In this study, we also found the following challenges when using speech recognition technology for a language learning support system. First, recent speech recognition engines might be, ironically, detrimental to the learner’s pronunciation improvement. We utilized Google’s speech recognition engine, which has been improved through up-to-date machine learning techniques. When using the engine, we found two issues. First, the system recognized the learner’s incorrect pronunciation correctly. For example, when a learner’s pronunciation was Kalbi (i.e., the incorrect pronunciation of Galbi; beef/pork ribs in the Korean language), the system recognized it correctly as Galbi. The engine automatically and intelligently corrected some incorrect pronunciations. This is a significant and user-friendly development for better human–computer interaction. However, there is no way for us to provide corrective feedback for learners when the system recognizes incorrect speech correctly. We discussed this issue with the Korean language educator group, and they expressed concerns about intelligent speech recognition engines. Interestingly, some of them showed a different perspective. They argue that since the engine is built on the actual conversation of native speakers. If the system intelligently recognized it correctly, the learner would not face any issues when communicating with native speakers. That means, if the system recognized something correctly, native speakers would be able to recognize it correctly. If the goal of practice is to improve the learner’s fluent speaking, this issue might not be a problem. However, if the goal of L2 practice is precise pronunciation, we need to find and develop a new speech recognition engine that recognizes the user’s speech as it is rather than the engine that is (overly) intelligent.

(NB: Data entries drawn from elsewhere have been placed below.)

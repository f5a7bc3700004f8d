import pg from 'pg'
import type { Catalog } from '../catalog/catalog.ts'
import { readCatalog } from './catalog.ts'

const connectMs = 10_000
const statementMs = 30_000

/** Reads the catalogue of the vault at `url` on a connection of its own, in a read-only transaction. Throws what `pg` throws. */
export function catalogOf(url: string): (schemas: readonly string[]) => Promise<Catalog> {
  return async (schemas) => {
    const client = new pg.Client({ connectionString: url, connectionTimeoutMillis: connectMs, application_name: 'hedgerow', statement_timeout: statementMs })
    client.on('error', () => undefined)
    try {
      await client.connect()
      await client.query('BEGIN ISOLATION LEVEL REPEATABLE READ READ ONLY')
      const catalog = await readCatalog(client, schemas)
      await client.query('COMMIT')
      return catalog
    } finally {
      await client.end()
    }
  }
}
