/**
 * One query over pg_catalog alone that describes every relation of the schemas in $1 as JSON text; PostgreSQL 13 to 18.
 * A column counts as NOT NULL only where no unvalidated constraint says so (18 keeps those). A unique index proves its columns only where it is a valid, immediate, non-partial
 * btree over plain columns under the columns' own collations and the types' own equality; INCLUDE columns are none of its key. The clones that a partition keeps of a
 * foreign key to a partitioned table are left out.
 */
export const relationsSql = `
  with recursive relation as (
    select c.oid, c.relname, c.relkind, n.nspname,
           exists (select from pg_catalog.pg_inherits i where i.inhparent = c.oid) as has_children,
           exists (select from pg_catalog.pg_inherits i where i.inhrelid = c.oid) and not c.relispartition as is_child
    from pg_catalog.pg_class c
    join pg_catalog.pg_namespace n on n.oid = c.relnamespace
    where n.nspname = any ($1::pg_catalog.text[]) and c.relkind in ('r', 'p', 'v', 'm', 'f')
  ),
  attribute as (
    select a.attrelid, a.attnum, a.attname, a.atttypid, a.atttypmod, a.attcollation,
           a.attnotnull and not exists (
             select from pg_catalog.pg_constraint k
             where k.conrelid = a.attrelid and k.contype = 'n' and not k.convalidated and a.attnum = any (k.conkey)
           ) as not_null
    from pg_catalog.pg_attribute a
    join relation r on r.oid = a.attrelid
    where a.attnum > 0 and not a.attisdropped
  ),
  unique_key as (
    select x.indrelid, x.indexrelid, x.indisprimary,
           (select pg_catalog.json_agg(a.attname order by k.place)
            from pg_catalog.generate_series(0, x.indnkeyatts - 1) k(place)
            join attribute a on a.attrelid = x.indrelid and a.attnum = x.indkey[k.place]) as columns
    from pg_catalog.pg_index x
    join relation r on r.oid = x.indrelid and r.relkind in ('r', 'p')
    join pg_catalog.pg_class i on i.oid = x.indexrelid
    join pg_catalog.pg_am m on m.oid = i.relam and m.amname = 'btree'
    where x.indisunique and x.indisvalid and x.indisready and x.indimmediate and not x.indisexclusion and x.indpred is null and x.indexprs is null
      and not (r.relkind = 'r' and r.has_children) and not r.is_child
      and not exists (
        select
        from pg_catalog.generate_series(0, x.indnkeyatts - 1) k(place)
        join pg_catalog.pg_opclass o on o.oid = x.indclass[k.place]
        left join attribute a on a.attrelid = x.indrelid and a.attnum = x.indkey[k.place]
        where a.attnum is null or not a.not_null or not o.opcdefault or x.indcollation[k.place] <> a.attcollation
      )
  ),
  reads as (
    select r.oid as reader, r.oid as via from relation r
    union
    select f.reader, d.target
    from reads f
    cross join lateral (
      select p.refobjid as target
      from pg_catalog.pg_rewrite w
      join pg_catalog.pg_class v on v.oid = w.ev_class and v.relkind in ('v', 'm')
      join pg_catalog.pg_depend p on p.classid = 'pg_catalog.pg_rewrite'::pg_catalog.regclass and p.objid = w.oid
      where w.ev_class = f.via and p.refclassid = 'pg_catalog.pg_class'::pg_catalog.regclass and p.refobjid <> f.via
      union all
      select i.inhrelid from pg_catalog.pg_inherits i where i.inhparent = f.via
    ) d
  ),
  calls as (
    select f.reader, n.nspname, p.proname
    from reads f
    join pg_catalog.pg_rewrite w on w.ev_class = f.via
    join pg_catalog.pg_class v on v.oid = w.ev_class and v.relkind in ('v', 'm')
    join pg_catalog.pg_depend d on d.classid = 'pg_catalog.pg_rewrite'::pg_catalog.regclass and d.objid = w.oid and d.refclassid = 'pg_catalog.pg_proc'::pg_catalog.regclass
    join pg_catalog.pg_proc p on p.oid = d.refobjid
    join pg_catalog.pg_namespace n on n.oid = p.pronamespace
  )
  select pg_catalog.json_build_object(
    'schema', r.nspname,
    'name', r.relname,
    'kind', case
      when r.relkind in ('v', 'm') then 'view'
      when r.relkind = 'f' then 'foreign'
      when r.is_child or (r.relkind = 'r' and r.has_children) then 'inherited'
      when r.relkind = 'p' then 'partitioned'
      else 'ordinary' end,
    'columns', coalesce((
      select pg_catalog.json_agg(pg_catalog.json_build_object(
        'name', a.attname,
        'type', pg_catalog.json_build_object(
          'schema', tn.nspname, 'name', t.typname, 'printed', pg_catalog.format_type(a.atttypid, a.atttypmod), 'modifier', a.atttypmod,
          'kind', case when t.typtype = 'e' then 'enum' when t.typtype = 'd' then 'domain' when t.typtype = 'b' and t.typcategory <> 'A' then 'base' else 'other' end,
          'labels', coalesce((select pg_catalog.json_agg(e.enumlabel order by e.enumsortorder) from pg_catalog.pg_enum e where e.enumtypid = t.oid), '[]'::pg_catalog.json)),
        'notNull', a.not_null,
        'collation', (select ln.nspname || '.' || l.collname from pg_catalog.pg_collation l join pg_catalog.pg_namespace ln on ln.oid = l.collnamespace
                       where l.oid = a.attcollation and l.collname <> 'default'),
        'deterministic', coalesce((select l.collisdeterministic from pg_catalog.pg_collation l where l.oid = a.attcollation), true)
      ) order by a.attnum)
      from attribute a
      join pg_catalog.pg_type t on t.oid = a.atttypid
      join pg_catalog.pg_namespace tn on tn.oid = t.typnamespace
      where a.attrelid = r.oid), '[]'::pg_catalog.json),
    'primaryKey', (select u.columns from unique_key u where u.indrelid = r.oid and u.indisprimary),
    'uniqueKeys', coalesce((select pg_catalog.json_agg(u.columns order by not u.indisprimary, u.indexrelid) from unique_key u where u.indrelid = r.oid), '[]'::pg_catalog.json),
    'foreignKeys', coalesce((
      select pg_catalog.json_agg(pg_catalog.json_build_object(
        'columns', (select pg_catalog.json_agg(a.attname order by k.place) from pg_catalog.unnest(f.conkey) with ordinality k(number, place)
                    join pg_catalog.pg_attribute a on a.attrelid = f.conrelid and a.attnum = k.number),
        'schema', fn.nspname, 'table', fc.relname,
        'referenced', (select pg_catalog.json_agg(a.attname order by k.place) from pg_catalog.unnest(f.confkey) with ordinality k(number, place)
                       join pg_catalog.pg_attribute a on a.attrelid = f.confrelid and a.attnum = k.number)
      ) order by f.oid)
      from pg_catalog.pg_constraint f
      join pg_catalog.pg_class fc on fc.oid = f.confrelid
      join pg_catalog.pg_namespace fn on fn.oid = fc.relnamespace
      where f.conrelid = r.oid and f.contype = 'f'
        and not exists (select from pg_catalog.pg_constraint p where p.oid = f.conparentid and p.conrelid = f.conrelid)), '[]'::pg_catalog.json),
    'readsFrom', coalesce((
      select pg_catalog.json_agg(x.name order by x.name collate "C")
      from (select n.nspname || '.' || c.relname as name
            from reads f join pg_catalog.pg_class c on c.oid = f.via join pg_catalog.pg_namespace n on n.oid = c.relnamespace
            where f.reader = r.oid and f.via <> r.oid
            union
            select k.nspname || '.' || k.proname || '()' from calls k where k.reader = r.oid) x), '[]'::pg_catalog.json)
  )::pg_catalog.text
  from relation r
  order by r.nspname collate "C", r.relname collate "C"`

export const serverSql = `
  select (select s.system_identifier from pg_catalog.pg_control_system() s)::pg_catalog.text, pg_catalog.current_setting('server_version_num')`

The other issue is similar but opposite one; the engine recognizes correct words differently or incorrectly. A similar situation was reported in a previous study (van Doremalen et al. 2016). For example, when the learner said her name, Jeon Ji Yeon, many times, the system recognized it as Jeon Ji Hyeon, which is the name of a famous Korean actress. It seems that the engine has been trained with big data that possibly contains lots of celebrities’ names. Similarly, there were many cases that the system recognized differently, specifically some popular words and celebrities’ names. These two issues should be further discussed in the field of language education when using speech recognition technology.

Limitations and future research

The main limitation of this research is that the learning context is limited within the field of Korean language speaking practice for beginner-level adult learners. Thus, the results of this developmental research might not be applicable to the other L2 contexts and other levels or age groups. However, as the developmental research method suggests, this research brought design and development issues to consider when designing a language speaking practice program using speech recognition technology. To address these issues and produce more generalizable knowledge, more developmental research approaches with different target learners for different languages would be needed. In addition, experimental research to evaluate the application’s effectiveness is required. Finally, further educational technology research on the use of speech recognition technology as a learner-system interaction method is needed.

Conclusion

We reported the development process of an interactive language speaking practice application, including learner/context analysis, literature-based design principles, the development process, expert reviews, usability tests, the application’s internal structure, and final evaluation results. Speech recognition technology has been adopted in many real-life devices as a voice-user interface. Given the need for authentic speaking practice in language education, an effective and natural communication approach between devices and humans could be utilized as a voice-user interface form, which requires reliable speech recognition technology. The field of instructional/learning technologies should be able to produce beneficial knowledge to the public regarding how to design and develop a learning support tool when using speech recognition technology. This study shows an initial step for this request.